EXERCISE INPUTS —

####################

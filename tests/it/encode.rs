//! `posterity encode` end to end: leakage, agreement with plain COUNT/SUM SQL,
//! the JSON bundle against the SQL path, and determinism.

use std::collections::HashMap;
use std::path::Path;
use std::process::Command;

use datafusion::arrow::array::{Array, AsArray};
use datafusion::arrow::compute::cast;
use datafusion::arrow::datatypes::{DataType, Float64Type, Int64Type};
use datafusion::prelude::{ParquetReadOptions, SessionContext};
use posterity::bundle::Bundle;
use posterity::family::rng::{mix64, uniform};

fn encode(args: &[&str]) {
    let o = Command::new(env!("CARGO_BIN_EXE_posterity"))
        .arg("encode")
        .args(args)
        .output()
        .unwrap();
    assert!(o.status.success(), "{}", String::from_utf8_lossy(&o.stderr));
}

/// A CSV with a random key of `levels` levels, a time column, and a target
/// independent of the key (probability 0.3).
fn random_key_csv(dir: &Path, rows: usize, levels: u64) -> String {
    let mut s = String::from("id,key,t,y\n");
    let mut state = 5u64;
    for id in 0..rows {
        state = mix64(state);
        let key = state % levels;
        state = mix64(state);
        let y = u8::from(uniform(state, &[]) < 0.3);
        s.push_str(&format!("{id},k{key},{},{y}\n", id / 7));
    }
    let path = dir.join("train.csv");
    std::fs::write(&path, s).unwrap();
    path.display().to_string()
}

/// The serving bundle an encode run wrote into `out`.
fn bundle_in(out: &Path) -> Bundle {
    Bundle::from_json(&std::fs::read_to_string(out.join("bundle.json")).unwrap()).unwrap()
}

/// A Parquet file's rows as one batch.
async fn rows_of(path: &Path) -> datafusion::arrow::array::RecordBatch {
    let ctx = SessionContext::new();
    let batches = ctx
        .read_parquet(path.to_str().unwrap(), ParquetReadOptions::default())
        .await
        .unwrap()
        .collect()
        .await
        .unwrap();
    datafusion::arrow::compute::concat_batches(&batches[0].schema(), &batches).unwrap()
}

####################

TASK TO COMPLETE — A verbatim repeat of all the entries above is the required answer.

PROBLEM SOLUTION —
filename tests/it/encode.rs
//! `posterity encode` end to end: leakage, agreement with plain COUNT/SUM SQL,
//! the JSON bundle against the SQL path, and determinism.

use std::collections::HashMap;
use std::path::Path;
use std::process::Command;

use datafusion::arrow::array::{Array, AsArray};
use datafusion::arrow::compute::cast;
use datafusion::arrow::datatypes::{DataType, Float64Type, Int64Type};
use datafusion::prelude::{ParquetReadOptions, SessionContext};
use posterity::bundle::Bundle;
use posterity::family::rng::{mix64, uniform};

fn encode(args: &[&str]) {
    let o = Command::new(env!("CARGO_BIN_EXE_posterity"))
        .arg("encode")
        .args(args)
        .output()
        .unwrap();
    assert!(o.status.success(), "{}", String::from_utf8_lossy(&o.stderr));
}

/// A CSV with a random key of `levels` levels, a time column, and a target
/// independent of the key (probability 0.3).
fn random_key_csv(dir: &Path, rows: usize, levels: u64) -> String {
    let mut s = String::from("id,key,t,y\n");
    let mut state = 5u64;
    for id in 0..rows {
        state = mix64(state);
        let key = state % levels;
        state = mix64(state);
        let y = u8::from(uniform(state, &[]) < 0.3);
        s.push_str(&format!("{id},k{key},{},{y}\n", id / 7));
    }
    let path = dir.join("train.csv");
    std::fs::write(&path, s).unwrap();
    path.display().to_string()
}

/// The serving bundle an encode run wrote into `out`.
fn bundle_in(out: &Path) -> Bundle {
    Bundle::from_json(&std::fs::read_to_string(out.join("bundle.json")).unwrap()).unwrap()
}

/// A Parquet file's rows as one batch.
async fn rows_of(path: &Path) -> datafusion::arrow::array::RecordBatch {
    let ctx = SessionContext::new();
    let batches = ctx
        .read_parquet(path.to_str().unwrap(), ParquetReadOptions::default())
        .await
        .unwrap()
        .collect()
        .await
        .unwrap();
    datafusion::arrow::compute::concat_batches(&batches[0].schema(), &batches).unwrap()
}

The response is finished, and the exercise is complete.